WHAT NEEDS TO BE DONE »
Only one stretch of the listing below is wanted: every line from the first to the line containing "let timer: ReturnType<typeof", set down exactly.

RECORDS SUPPLIED »

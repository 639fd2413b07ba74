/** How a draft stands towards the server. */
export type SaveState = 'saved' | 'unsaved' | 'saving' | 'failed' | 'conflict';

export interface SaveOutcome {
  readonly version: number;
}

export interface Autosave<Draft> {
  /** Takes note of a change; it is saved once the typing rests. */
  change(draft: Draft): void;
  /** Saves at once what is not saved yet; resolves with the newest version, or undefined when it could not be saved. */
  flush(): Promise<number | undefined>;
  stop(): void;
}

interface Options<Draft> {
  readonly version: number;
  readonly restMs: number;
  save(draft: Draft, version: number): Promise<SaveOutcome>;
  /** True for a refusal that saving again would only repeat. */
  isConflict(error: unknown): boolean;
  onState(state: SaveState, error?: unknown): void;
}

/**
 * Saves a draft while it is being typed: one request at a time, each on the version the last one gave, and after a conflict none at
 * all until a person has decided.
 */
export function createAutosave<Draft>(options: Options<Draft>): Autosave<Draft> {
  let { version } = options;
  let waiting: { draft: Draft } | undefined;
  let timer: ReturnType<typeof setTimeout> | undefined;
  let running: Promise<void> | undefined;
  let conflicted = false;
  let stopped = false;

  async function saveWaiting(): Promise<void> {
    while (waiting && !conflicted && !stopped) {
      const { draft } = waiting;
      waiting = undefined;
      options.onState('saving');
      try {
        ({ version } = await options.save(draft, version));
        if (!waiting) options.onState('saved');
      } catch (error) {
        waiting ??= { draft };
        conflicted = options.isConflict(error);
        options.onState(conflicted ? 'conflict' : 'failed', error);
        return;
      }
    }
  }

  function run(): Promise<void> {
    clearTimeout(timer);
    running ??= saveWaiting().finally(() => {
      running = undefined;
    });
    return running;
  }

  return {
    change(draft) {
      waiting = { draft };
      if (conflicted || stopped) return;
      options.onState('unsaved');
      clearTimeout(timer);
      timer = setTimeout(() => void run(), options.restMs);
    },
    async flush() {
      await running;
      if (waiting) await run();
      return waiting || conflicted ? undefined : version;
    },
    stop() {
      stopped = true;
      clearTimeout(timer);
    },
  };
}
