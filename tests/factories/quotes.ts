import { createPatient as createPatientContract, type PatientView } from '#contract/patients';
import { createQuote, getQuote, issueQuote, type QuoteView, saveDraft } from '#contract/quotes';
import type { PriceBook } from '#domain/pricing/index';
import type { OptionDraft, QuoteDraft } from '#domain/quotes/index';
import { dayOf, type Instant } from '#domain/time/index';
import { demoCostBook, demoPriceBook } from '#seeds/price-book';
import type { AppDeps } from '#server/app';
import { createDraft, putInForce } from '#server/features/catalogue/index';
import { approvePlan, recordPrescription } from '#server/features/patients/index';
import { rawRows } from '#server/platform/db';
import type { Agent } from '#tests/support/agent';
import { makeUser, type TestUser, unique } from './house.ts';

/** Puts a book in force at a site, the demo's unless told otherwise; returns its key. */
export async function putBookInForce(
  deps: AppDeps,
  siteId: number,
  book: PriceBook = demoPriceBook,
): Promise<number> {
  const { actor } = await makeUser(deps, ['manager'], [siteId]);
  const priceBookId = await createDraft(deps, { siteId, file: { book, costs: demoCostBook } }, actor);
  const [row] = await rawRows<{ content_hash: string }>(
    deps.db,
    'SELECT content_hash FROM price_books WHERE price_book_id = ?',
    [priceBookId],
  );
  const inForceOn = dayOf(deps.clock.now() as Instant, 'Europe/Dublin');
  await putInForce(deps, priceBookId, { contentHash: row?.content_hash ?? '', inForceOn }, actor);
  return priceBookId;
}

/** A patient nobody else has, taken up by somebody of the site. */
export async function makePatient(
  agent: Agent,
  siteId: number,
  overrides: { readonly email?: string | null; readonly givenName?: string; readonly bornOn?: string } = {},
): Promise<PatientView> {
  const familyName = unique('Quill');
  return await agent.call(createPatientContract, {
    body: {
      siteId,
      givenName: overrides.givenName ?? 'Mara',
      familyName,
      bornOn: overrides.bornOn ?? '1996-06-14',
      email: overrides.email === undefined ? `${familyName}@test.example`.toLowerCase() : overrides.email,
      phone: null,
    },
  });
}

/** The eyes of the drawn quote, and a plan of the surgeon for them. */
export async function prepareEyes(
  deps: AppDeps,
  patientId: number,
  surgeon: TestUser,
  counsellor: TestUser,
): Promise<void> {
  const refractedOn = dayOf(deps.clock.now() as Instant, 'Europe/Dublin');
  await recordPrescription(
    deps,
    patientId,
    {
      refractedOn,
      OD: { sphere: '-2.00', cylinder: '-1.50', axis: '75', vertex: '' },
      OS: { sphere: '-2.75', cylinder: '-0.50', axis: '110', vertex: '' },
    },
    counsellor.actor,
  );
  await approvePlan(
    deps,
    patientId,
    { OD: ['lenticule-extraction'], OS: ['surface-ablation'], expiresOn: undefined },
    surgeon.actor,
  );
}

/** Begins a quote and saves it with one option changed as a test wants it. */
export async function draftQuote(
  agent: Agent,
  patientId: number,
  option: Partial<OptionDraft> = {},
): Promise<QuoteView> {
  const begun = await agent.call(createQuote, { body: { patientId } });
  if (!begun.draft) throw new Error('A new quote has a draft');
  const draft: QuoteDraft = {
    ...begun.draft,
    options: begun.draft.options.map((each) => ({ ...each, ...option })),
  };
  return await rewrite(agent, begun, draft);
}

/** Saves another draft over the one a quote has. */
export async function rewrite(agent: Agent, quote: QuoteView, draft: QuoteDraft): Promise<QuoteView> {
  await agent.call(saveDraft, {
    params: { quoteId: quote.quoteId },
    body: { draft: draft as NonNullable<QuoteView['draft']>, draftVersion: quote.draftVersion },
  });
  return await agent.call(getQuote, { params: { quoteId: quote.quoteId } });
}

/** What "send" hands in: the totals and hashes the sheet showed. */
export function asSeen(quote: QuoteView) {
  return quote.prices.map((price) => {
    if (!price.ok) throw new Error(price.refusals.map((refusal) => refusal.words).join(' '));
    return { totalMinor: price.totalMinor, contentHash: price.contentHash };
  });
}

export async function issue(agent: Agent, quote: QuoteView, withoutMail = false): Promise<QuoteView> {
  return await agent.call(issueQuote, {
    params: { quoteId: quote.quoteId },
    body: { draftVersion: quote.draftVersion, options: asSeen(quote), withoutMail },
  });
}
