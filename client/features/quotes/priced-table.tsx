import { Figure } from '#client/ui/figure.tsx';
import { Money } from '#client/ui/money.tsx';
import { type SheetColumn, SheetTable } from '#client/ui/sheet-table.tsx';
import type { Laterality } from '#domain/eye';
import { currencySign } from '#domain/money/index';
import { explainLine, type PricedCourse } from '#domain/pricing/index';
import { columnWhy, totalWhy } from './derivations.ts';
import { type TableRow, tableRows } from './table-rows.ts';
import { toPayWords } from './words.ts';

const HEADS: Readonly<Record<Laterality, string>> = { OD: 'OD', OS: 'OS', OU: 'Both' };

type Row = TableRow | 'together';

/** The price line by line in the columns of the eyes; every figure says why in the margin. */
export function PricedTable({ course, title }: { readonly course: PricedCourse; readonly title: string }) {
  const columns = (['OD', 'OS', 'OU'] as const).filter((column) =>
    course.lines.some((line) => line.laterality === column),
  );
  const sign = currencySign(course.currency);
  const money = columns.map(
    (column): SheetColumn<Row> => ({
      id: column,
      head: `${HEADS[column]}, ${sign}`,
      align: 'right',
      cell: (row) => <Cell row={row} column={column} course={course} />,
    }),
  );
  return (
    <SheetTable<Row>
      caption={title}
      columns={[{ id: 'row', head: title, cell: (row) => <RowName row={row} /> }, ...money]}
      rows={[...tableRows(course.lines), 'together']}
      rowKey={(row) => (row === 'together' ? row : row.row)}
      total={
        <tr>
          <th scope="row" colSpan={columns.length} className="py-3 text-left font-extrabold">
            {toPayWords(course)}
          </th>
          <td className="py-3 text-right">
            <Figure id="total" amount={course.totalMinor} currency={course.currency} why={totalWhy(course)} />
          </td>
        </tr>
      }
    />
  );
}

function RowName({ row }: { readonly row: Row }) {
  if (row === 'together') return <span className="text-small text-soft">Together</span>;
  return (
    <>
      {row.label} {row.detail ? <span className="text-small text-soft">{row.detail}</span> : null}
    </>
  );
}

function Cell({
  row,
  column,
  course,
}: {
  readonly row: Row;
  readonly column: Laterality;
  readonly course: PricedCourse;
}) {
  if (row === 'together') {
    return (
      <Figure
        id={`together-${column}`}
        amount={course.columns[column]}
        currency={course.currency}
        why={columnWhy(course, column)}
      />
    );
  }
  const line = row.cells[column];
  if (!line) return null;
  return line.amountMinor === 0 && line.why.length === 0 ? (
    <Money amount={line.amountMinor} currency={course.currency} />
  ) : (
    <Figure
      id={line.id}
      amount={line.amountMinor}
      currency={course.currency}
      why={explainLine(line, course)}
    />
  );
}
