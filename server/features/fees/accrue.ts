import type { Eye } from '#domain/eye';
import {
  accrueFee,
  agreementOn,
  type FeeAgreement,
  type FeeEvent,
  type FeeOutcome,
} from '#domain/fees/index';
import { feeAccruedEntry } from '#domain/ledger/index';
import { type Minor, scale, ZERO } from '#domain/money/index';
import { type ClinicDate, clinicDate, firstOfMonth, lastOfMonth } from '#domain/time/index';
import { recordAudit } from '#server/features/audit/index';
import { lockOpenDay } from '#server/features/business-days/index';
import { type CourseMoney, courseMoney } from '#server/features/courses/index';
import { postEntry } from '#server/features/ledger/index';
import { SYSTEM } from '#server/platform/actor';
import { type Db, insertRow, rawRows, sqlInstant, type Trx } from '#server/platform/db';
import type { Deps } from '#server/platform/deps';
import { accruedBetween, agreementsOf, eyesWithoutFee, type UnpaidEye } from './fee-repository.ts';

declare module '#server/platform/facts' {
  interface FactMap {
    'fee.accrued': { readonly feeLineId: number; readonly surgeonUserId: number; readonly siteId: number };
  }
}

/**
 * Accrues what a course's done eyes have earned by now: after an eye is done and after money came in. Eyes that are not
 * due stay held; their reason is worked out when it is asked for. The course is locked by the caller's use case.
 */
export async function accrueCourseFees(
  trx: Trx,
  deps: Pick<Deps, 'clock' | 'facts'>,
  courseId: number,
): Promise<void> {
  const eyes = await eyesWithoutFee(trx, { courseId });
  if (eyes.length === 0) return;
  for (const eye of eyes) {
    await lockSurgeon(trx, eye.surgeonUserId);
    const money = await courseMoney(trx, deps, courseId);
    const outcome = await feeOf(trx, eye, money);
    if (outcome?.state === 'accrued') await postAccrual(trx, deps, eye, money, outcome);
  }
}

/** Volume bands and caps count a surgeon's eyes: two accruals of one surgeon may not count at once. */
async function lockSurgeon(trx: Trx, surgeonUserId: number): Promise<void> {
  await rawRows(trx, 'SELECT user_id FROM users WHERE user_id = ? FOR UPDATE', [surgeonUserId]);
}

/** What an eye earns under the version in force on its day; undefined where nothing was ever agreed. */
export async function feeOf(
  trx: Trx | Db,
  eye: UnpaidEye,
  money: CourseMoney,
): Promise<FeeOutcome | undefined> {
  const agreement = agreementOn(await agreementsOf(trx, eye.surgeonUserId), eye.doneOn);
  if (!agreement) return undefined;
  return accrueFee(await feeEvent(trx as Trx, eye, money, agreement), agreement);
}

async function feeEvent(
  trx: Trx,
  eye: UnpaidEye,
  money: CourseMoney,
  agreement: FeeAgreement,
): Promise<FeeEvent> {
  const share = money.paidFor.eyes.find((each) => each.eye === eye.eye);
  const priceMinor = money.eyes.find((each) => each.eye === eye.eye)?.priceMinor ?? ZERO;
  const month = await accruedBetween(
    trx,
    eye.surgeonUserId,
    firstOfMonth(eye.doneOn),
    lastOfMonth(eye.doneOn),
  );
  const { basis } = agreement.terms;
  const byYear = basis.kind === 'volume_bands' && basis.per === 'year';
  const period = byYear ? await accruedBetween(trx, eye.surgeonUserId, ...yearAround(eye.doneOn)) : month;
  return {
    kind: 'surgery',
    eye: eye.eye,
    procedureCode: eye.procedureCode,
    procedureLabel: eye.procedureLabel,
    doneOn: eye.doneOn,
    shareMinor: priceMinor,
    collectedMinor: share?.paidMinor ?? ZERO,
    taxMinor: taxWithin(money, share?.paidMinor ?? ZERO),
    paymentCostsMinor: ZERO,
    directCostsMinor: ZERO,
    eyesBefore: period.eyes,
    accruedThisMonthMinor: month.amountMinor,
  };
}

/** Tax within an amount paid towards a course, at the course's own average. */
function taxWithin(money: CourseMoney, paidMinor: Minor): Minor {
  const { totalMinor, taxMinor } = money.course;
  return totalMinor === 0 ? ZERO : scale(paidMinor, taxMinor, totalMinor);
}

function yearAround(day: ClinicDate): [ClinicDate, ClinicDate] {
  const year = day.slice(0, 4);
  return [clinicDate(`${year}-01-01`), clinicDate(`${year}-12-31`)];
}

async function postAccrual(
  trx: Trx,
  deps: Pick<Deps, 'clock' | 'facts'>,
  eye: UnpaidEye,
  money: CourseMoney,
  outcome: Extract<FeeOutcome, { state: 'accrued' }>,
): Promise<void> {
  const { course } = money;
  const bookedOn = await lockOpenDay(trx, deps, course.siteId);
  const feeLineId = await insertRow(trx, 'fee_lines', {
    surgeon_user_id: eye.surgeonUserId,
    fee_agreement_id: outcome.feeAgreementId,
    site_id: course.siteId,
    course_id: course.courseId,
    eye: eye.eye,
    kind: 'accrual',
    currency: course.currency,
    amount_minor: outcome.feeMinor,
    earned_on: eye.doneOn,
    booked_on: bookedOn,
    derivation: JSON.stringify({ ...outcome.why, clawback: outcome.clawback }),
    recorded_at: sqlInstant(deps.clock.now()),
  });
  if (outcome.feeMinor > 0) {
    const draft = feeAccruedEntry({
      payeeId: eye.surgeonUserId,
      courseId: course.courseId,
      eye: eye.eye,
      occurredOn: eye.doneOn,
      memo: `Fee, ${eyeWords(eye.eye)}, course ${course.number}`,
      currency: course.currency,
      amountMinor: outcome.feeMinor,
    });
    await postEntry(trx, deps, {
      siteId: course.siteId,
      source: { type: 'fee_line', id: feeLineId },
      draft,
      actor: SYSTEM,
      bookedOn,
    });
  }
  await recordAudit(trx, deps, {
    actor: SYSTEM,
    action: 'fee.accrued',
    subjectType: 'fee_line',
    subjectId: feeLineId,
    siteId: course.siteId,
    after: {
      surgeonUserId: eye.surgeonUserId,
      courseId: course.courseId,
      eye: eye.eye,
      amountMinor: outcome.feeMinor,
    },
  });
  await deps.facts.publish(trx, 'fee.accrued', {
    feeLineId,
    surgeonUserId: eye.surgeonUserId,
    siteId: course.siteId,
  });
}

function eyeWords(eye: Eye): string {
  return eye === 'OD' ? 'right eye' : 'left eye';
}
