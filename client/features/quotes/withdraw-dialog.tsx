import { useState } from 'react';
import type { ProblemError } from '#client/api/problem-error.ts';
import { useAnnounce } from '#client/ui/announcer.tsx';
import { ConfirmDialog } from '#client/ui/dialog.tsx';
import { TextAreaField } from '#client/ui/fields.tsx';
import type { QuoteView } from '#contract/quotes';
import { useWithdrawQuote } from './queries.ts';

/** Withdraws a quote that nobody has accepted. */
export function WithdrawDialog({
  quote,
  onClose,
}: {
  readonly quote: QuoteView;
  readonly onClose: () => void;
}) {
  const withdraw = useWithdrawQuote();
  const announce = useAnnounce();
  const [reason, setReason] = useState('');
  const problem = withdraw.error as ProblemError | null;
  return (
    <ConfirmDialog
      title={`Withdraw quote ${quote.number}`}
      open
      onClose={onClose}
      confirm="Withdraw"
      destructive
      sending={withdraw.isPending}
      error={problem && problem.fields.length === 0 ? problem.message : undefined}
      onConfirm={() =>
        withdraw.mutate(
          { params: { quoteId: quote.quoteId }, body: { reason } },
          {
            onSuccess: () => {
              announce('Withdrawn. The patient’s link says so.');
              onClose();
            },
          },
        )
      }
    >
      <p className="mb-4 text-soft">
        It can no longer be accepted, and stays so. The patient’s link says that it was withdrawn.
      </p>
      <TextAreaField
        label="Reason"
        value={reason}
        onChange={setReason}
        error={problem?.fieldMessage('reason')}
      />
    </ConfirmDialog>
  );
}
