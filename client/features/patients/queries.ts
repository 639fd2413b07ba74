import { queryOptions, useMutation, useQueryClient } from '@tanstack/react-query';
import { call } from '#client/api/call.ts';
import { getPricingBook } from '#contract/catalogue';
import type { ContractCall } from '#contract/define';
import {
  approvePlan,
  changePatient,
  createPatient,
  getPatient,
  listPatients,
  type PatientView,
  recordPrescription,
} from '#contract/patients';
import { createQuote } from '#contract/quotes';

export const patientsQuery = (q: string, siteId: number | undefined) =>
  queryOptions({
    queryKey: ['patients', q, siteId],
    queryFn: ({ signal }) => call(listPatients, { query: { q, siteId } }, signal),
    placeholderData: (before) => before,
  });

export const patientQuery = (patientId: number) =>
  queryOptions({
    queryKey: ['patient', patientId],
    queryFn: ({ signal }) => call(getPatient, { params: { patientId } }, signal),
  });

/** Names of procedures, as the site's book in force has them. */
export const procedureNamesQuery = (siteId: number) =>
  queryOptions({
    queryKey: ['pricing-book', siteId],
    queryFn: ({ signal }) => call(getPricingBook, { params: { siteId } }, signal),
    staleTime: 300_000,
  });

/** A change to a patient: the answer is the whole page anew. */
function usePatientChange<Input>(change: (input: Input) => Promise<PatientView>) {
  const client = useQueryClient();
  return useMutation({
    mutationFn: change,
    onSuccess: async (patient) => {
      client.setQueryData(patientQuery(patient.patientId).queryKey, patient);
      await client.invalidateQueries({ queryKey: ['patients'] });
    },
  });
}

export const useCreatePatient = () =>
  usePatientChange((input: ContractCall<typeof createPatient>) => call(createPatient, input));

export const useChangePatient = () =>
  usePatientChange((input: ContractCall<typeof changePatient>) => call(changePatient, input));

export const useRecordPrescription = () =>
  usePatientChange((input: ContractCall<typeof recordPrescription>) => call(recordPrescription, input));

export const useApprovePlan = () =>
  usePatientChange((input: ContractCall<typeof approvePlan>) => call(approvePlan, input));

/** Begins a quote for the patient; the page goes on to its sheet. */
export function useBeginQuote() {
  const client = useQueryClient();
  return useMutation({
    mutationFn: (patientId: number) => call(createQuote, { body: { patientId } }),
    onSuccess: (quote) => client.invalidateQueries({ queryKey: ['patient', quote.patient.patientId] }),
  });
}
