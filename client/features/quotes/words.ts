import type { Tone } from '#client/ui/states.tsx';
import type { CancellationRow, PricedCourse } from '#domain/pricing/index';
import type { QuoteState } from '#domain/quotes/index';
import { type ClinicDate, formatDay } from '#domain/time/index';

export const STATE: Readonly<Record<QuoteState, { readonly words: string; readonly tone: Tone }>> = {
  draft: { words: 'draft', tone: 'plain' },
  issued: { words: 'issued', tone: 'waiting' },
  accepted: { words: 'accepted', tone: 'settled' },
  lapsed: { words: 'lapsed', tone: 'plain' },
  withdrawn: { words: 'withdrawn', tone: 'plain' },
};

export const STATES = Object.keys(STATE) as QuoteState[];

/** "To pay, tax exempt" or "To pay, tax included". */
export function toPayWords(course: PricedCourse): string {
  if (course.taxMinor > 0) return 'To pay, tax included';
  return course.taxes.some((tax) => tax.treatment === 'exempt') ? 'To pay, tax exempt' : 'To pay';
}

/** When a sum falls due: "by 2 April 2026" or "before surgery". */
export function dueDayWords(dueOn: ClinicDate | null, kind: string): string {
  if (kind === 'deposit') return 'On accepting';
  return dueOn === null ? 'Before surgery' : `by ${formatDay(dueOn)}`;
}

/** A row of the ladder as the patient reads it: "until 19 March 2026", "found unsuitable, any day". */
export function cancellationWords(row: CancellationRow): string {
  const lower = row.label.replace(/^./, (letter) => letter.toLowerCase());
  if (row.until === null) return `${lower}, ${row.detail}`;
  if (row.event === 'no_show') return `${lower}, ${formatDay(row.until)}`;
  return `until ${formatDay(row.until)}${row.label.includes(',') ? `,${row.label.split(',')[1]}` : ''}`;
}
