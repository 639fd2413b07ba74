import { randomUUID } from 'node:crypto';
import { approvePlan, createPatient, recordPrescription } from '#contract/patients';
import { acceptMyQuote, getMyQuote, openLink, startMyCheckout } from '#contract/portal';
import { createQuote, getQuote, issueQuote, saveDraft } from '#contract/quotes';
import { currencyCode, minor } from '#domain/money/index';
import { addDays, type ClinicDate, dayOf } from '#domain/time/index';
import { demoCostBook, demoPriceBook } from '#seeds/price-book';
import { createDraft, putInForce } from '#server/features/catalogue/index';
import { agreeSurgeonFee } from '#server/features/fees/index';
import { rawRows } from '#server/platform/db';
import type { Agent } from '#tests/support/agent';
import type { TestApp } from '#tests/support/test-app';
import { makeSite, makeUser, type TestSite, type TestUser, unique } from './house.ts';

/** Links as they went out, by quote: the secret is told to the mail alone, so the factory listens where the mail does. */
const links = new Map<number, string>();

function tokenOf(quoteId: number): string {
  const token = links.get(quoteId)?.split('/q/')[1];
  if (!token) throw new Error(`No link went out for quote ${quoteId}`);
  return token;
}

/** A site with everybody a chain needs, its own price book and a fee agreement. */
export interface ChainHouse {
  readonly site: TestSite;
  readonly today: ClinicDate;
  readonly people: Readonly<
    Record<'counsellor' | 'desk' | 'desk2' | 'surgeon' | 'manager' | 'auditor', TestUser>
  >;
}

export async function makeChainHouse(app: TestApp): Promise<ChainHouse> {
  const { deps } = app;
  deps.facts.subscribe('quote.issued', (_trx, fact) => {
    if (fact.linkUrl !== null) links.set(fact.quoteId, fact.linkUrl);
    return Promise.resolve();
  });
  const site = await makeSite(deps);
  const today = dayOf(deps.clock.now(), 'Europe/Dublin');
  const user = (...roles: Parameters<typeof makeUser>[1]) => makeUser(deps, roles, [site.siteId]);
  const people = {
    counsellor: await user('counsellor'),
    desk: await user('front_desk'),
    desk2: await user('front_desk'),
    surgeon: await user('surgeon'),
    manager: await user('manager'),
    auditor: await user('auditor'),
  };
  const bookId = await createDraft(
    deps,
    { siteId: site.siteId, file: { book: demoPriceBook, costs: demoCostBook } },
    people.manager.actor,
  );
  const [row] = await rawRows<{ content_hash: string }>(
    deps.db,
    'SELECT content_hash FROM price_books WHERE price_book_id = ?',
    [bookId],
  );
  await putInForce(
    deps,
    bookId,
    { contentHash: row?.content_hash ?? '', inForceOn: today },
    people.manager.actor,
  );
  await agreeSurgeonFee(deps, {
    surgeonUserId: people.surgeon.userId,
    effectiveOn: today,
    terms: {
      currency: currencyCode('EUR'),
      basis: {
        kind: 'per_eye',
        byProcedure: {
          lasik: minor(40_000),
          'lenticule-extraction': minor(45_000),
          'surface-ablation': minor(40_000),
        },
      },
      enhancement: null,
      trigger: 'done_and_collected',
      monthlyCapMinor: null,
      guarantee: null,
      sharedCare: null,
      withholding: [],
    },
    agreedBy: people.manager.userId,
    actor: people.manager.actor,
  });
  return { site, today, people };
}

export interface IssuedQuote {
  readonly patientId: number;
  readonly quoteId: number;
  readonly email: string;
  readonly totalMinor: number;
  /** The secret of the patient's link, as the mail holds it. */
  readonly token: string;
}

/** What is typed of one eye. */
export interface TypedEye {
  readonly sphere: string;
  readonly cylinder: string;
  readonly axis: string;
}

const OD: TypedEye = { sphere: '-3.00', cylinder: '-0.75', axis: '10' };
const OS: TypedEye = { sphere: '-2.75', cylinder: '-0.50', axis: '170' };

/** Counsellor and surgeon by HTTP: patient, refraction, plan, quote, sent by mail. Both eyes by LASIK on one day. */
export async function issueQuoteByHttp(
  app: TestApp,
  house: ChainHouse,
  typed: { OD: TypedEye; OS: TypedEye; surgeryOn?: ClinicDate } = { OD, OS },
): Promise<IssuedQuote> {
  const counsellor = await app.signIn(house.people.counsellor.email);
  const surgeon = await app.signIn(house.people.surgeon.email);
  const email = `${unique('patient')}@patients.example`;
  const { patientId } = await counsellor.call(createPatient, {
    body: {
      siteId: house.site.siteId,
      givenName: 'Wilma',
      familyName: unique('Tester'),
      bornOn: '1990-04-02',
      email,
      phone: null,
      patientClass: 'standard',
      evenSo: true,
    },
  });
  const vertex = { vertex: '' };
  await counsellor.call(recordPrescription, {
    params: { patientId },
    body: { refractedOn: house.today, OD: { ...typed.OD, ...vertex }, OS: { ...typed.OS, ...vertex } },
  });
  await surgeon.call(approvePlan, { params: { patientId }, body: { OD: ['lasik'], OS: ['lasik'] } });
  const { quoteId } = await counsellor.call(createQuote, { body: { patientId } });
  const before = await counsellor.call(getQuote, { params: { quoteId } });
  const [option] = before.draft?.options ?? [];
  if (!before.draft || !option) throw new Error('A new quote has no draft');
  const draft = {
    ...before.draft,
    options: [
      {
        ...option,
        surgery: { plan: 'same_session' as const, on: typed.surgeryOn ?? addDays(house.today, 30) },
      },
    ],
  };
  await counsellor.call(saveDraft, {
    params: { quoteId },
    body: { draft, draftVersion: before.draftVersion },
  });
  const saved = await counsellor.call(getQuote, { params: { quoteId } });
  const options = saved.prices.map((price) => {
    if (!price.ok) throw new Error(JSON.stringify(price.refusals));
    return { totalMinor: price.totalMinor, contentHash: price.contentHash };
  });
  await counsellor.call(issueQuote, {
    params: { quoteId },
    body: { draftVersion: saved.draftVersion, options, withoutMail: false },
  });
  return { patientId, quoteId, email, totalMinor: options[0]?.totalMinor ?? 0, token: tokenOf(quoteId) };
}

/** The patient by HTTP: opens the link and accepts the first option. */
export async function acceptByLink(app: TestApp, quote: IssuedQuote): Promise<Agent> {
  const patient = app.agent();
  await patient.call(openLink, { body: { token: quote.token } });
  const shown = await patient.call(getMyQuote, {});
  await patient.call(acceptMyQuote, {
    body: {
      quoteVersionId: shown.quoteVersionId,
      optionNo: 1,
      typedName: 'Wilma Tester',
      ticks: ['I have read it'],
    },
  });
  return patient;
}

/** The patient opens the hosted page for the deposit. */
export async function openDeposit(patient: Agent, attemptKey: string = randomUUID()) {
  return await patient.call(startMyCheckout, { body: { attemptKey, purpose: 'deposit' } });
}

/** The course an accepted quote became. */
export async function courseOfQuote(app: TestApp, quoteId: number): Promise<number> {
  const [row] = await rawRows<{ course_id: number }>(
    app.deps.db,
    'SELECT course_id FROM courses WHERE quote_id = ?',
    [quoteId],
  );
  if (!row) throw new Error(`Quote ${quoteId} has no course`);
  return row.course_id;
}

REPLY TO THE EXERCISE »
repository 639fd2413b07ba74
/** How a draft stands towards the server. */
export type SaveState = 'saved' | 'unsaved' | 'saving' | 'failed' | 'conflict';

export interface SaveOutcome {
  readonly version: number;
}

export interface Autosave<Draft> {
  /** Takes note of a change; it is saved once the typing rests. */
  change(draft: Draft): void;
  /** Saves at once what is not saved yet; resolves with the newest version, or undefined when it could not be saved. */
  flush(): Promise<number | undefined>;
  stop(): void;
}

interface Options<Draft> {
  readonly version: number;
  readonly restMs: number;
  save(draft: Draft, version: number): Promise<SaveOutcome>;
  /** True for a refusal that saving again would only repeat. */
  isConflict(error: unknown): boolean;
  onState(state: SaveState, error?: unknown): void;
}

/**
 * Saves a draft while it is being typed: one request at a time, each on the version the last one gave, and after a conflict none at
 * all until a person has decided.
 */
export function createAutosave<Draft>(options: Options<Draft>): Autosave<Draft> {
  let { version } = options;
  let waiting: { draft: Draft } | undefined;
  let timer: ReturnType<typeof setTimeout> | undefined;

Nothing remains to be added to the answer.